[Stored data]
@dataclass(frozen=True, eq=False)
class DemoTruth:
    """What was planted in a demo corpus, for checking what later stages find.

    Attributes
    ----------
    docs : DataFrame
        One row per input row: ``id``, ``source``, ``outlet``, ``reader``, ``weight``,
        ``theme`` (dominant), ``second_theme`` (or None), ``theme_share`` (share of the
        article's sentences on the dominant theme) and ``role`` (``"article"``,
        ``"syndicated original"``, ``"syndicated copy"``, ``"heavy reader"``,
        ``"url variant"``).
    source_heavy_theme, source_heavy_source, source_heavy_ratio
        The theme planted ``ratio`` times as common in one source as in the other.
    heavy_reader, heavy_outlet, heavy_visits
        The reader who visits one outlet thousands of times, and how often.
    syndicated : dict
        Story key -> ids of its copies, the wire original first.
    cross_source_copies : tuple
        Ids of syndicated copies whose near-twins sit in the other source.
    boilerplate : dict
        Outlet -> its boilerplate lines.
    url_variants : dict
        Id of an article -> ids of rows that repeat it under another URL.
    themes, theme_words : tuple and dict
        The planted themes, and a few words that mark each one (in each language of the demo).
    language : str
        The demo's language (see ``DEMO_LANGUAGES``); ``docs["language"]`` gives each row's.
    trend_theme, trend_source, trend_max
        The theme that rises over the weeks in one source: see :meth:`trend`.
    """

    n_docs: int
    seed: int
    docs: pd.DataFrame = field(repr=False)
    heavy_reader: str
    heavy_visits: int
    syndicated: dict
    cross_source_copies: tuple
    url_variants: dict
    heavy_outlet: str = HEAVY_OUTLET
    source_heavy_theme: str = SOURCE_HEAVY[0]
    source_heavy_source: str = SOURCE_HEAVY[1]
    source_heavy_ratio: float = SOURCE_HEAVY[2]
    trend_theme: str = TREND[0]
    trend_source: str = TREND[1]
    trend_max: float = TREND[2]
    themes: tuple = THEME_NAMES
    language: str = "en"
    theme_words: dict = field(default=None)
    boilerplate: dict = field(
        default_factory=lambda: {
            name: tuple(line for line, _ in spec["boilerplate"]) for name, spec in OUTLETS.items()
        }
    )

    def __post_init__(self):
        if self.theme_words is None:
            codes = self.language.split("+")
            words = {
                name: tuple(w for c in codes for w in material(c).themes[name]["words"])
                for name in THEMES
            }
            object.__setattr__(self, "theme_words", words)

    def describe(self) -> str:
        """The planted facts in words, for a terminal or a notebook."""
        first = ", ".join(next(iter(self.syndicated.values())))
        n_variants = sum(map(len, self.url_variants.values()))
        return "\n".join(
            [
                f"- {self.source_heavy_theme!r} is {self.source_heavy_ratio:g} times as common among "
                f"{self.source_heavy_source} articles as in the other source",
                f"- {len(self.syndicated)} syndicated wire "
                f"{'story' if len(self.syndicated) == 1 else 'stories'} republished with small edits "
                f"(the first: {first}; its last copy is in the other source)",
                f"- boilerplate lines on most articles of each of the {len(self.boilerplate)} outlets",
                f"- {self.heavy_reader} visited {self.heavy_outlet} {self.heavy_visits:,} times",
                f"- {n_variants} rows repeat {len(self.url_variants)} articles under other URLs "
                "(tracking parameters, www., fragments)",
                f"- {self.trend_theme!r} rises among {self.trend_source} articles from March to "
                f"June (expected share by dominant theme: {self.trend()['expected_share'].iloc[0]:.0%} "
                f"in the first week, {self.trend()['expected_share'].iloc[-1]:.0%} in the last)",
            ]
        )

    def trend(self, freq: str = "W") -> pd.DataFrame:
        """The planted rise: per period (pandas alias ``freq``), the expected share of the
        trend source's articles whose dominant theme is the trend theme.

        Exact for the generator's draws (themes, then days, the storm week's pile-up, then the
        switch); rows planted later (a syndicated story, URL variants) are not counted.
        """
        days = np.arange(DAYS)
        theme, source = THEME_NAMES.index(self.trend_theme), SOURCES.index(self.trend_source)
        probs = _theme_probs()[source]
        storm = THEME_NAMES.index("storms and weather")
        movable = 1 - probs[theme] - sum(probs[THEME_NAMES.index(t)] for t in _TREND_FIXED)
        # P(day | storm article): uniform, plus STORM_SHARE piled on the storm week.
        in_storm = (days >= STORM[0]) & (days < STORM[1])
        storm_days = (1 - STORM_SHARE) / DAYS + STORM_SHARE * in_storm / (STORM[1] - STORM[0])
        on_day = (1 - probs[storm]) / DAYS + probs[storm] * storm_days  # P(day)
        rising = (probs[theme] + movable * _switch_chance(days)) / DAYS  # P(trend theme, day)
        period = pd.DatetimeIndex(START + days.astype("timedelta64[D]")).to_period(freq)
        table = pd.DataFrame({"period": period, "joint": rising, "day": on_day})
        table = table.groupby("period", sort=True)[["joint", "day"]].sum()
        return pd.DataFrame(
            {
                "period": table.index.astype(str),
                "period_start": table.index.start_time,
                "expected_share": (table["joint"] / table["day"]).to_numpy(),
            }
        )

    def to_dict(self) -> dict:
        """Everything but ``docs``, as JSON-ready values."""
        out = {k: v for k, v in self.__dict__.items() if k != "docs"}
        return {k: (list(v) if isinstance(v, tuple) else v) for k, v in out.items()}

PROBLEM REQUIREMENTS: What is needed is each line of the data, printed exactly.

ANSWER:
@dataclass(frozen=True, eq=False)
class DemoTruth:
    """What was planted in a demo corpus, for checking what later stages find.

    Attributes
    ----------
    docs : DataFrame
        One row per input row: ``id``, ``source``, ``outlet``, ``reader``, ``weight``,
        ``theme`` (dominant), ``second_theme`` (or None), ``theme_share`` (share of the
        article's sentences on the dominant theme) and ``role`` (``"article"``,
        ``"syndicated original"``, ``"syndicated copy"``, ``"heavy reader"``,
        ``"url variant"``).
    source_heavy_theme, source_heavy_source, source_heavy_ratio
        The theme planted ``ratio`` times as common in one source as in the other.
    heavy_reader, heavy_outlet, heavy_visits
        The reader who visits one outlet thousands of times, and how often.
    syndicated : dict
        Story key -> ids of its copies, the wire original first.
    cross_source_copies : tuple
        Ids of syndicated copies whose near-twins sit in the other source.
    boilerplate : dict
        Outlet -> its boilerplate lines.
    url_variants : dict
        Id of an article -> ids of rows that repeat it under another URL.
    themes, theme_words : tuple and dict
        The planted themes, and a few words that mark each one (in each language of the demo).
    language : str
        The demo's language (see ``DEMO_LANGUAGES``); ``docs["language"]`` gives each row's.
    trend_theme, trend_source, trend_max
        The theme that rises over the weeks in one source: see :meth:`trend`.
    """

    n_docs: int
    seed: int
    docs: pd.DataFrame = field(repr=False)
    heavy_reader: str
    heavy_visits: int
    syndicated: dict
    cross_source_copies: tuple
    url_variants: dict
    heavy_outlet: str = HEAVY_OUTLET
    source_heavy_theme: str = SOURCE_HEAVY[0]
    source_heavy_source: str = SOURCE_HEAVY[1]
    source_heavy_ratio: float = SOURCE_HEAVY[2]
    trend_theme: str = TREND[0]
    trend_source: str = TREND[1]
    trend_max: float = TREND[2]
    themes: tuple = THEME_NAMES
    language: str = "en"
    theme_words: dict = field(default=None)
    boilerplate: dict = field(
        default_factory=lambda: {
            name: tuple(line for line, _ in spec["boilerplate"]) for name, spec in OUTLETS.items()
        }
    )

    def __post_init__(self):
        if self.theme_words is None:
            codes = self.language.split("+")
            words = {
                name: tuple(w for c in codes for w in material(c).themes[name]["words"])
                for name in THEMES
            }
            object.__setattr__(self, "theme_words", words)

    def describe(self) -> str:
        """The planted facts in words, for a terminal or a notebook."""
        first = ", ".join(next(iter(self.syndicated.values())))
        n_variants = sum(map(len, self.url_variants.values()))
        return "\n".join(
            [
                f"- {self.source_heavy_theme!r} is {self.source_heavy_ratio:g} times as common among "
                f"{self.source_heavy_source} articles as in the other source",
                f"- {len(self.syndicated)} syndicated wire "
                f"{'story' if len(self.syndicated) == 1 else 'stories'} republished with small edits "
                f"(the first: {first}; its last copy is in the other source)",
                f"- boilerplate lines on most articles of each of the {len(self.boilerplate)} outlets",
                f"- {self.heavy_reader} visited {self.heavy_outlet} {self.heavy_visits:,} times",
                f"- {n_variants} rows repeat {len(self.url_variants)} articles under other URLs "
                "(tracking parameters, www., fragments)",
                f"- {self.trend_theme!r} rises among {self.trend_source} articles from March to "
                f"June (expected share by dominant theme: {self.trend()['expected_share'].iloc[0]:.0%} "
                f"in the first week, {self.trend()['expected_share'].iloc[-1]:.0%} in the last)",
            ]
        )

    def trend(self, freq: str = "W") -> pd.DataFrame:
        """The planted rise: per period (pandas alias ``freq``), the expected share of the
        trend source's articles whose dominant theme is the trend theme.

        Exact for the generator's draws (themes, then days, the storm week's pile-up, then the
        switch); rows planted later (a syndicated story, URL variants) are not counted.
        """
        days = np.arange(DAYS)
        theme, source = THEME_NAMES.index(self.trend_theme), SOURCES.index(self.trend_source)
        probs = _theme_probs()[source]
        storm = THEME_NAMES.index("storms and weather")
        movable = 1 - probs[theme] - sum(probs[THEME_NAMES.index(t)] for t in _TREND_FIXED)
        # P(day | storm article): uniform, plus STORM_SHARE piled on the storm week.
        in_storm = (days >= STORM[0]) & (days < STORM[1])
        storm_days = (1 - STORM_SHARE) / DAYS + STORM_SHARE * in_storm / (STORM[1] - STORM[0])
        on_day = (1 - probs[storm]) / DAYS + probs[storm] * storm_days  # P(day)
        rising = (probs[theme] + movable * _switch_chance(days)) / DAYS  # P(trend theme, day)
        period = pd.DatetimeIndex(START + days.astype("timedelta64[D]")).to_period(freq)
        table = pd.DataFrame({"period": period, "joint": rising, "day": on_day})
        table = table.groupby("period", sort=True)[["joint", "day"]].sum()
        return pd.DataFrame(
            {
                "period": table.index.astype(str),
                "period_start": table.index.start_time,
                "expected_share": (table["joint"] / table["day"]).to_numpy(),
            }
        )

    def to_dict(self) -> dict:
        """Everything but ``docs``, as JSON-ready values."""
        out = {k: v for k, v in self.__dict__.items() if k != "docs"}
        return {k: (list(v) if isinstance(v, tuple) else v) for k, v in out.items()}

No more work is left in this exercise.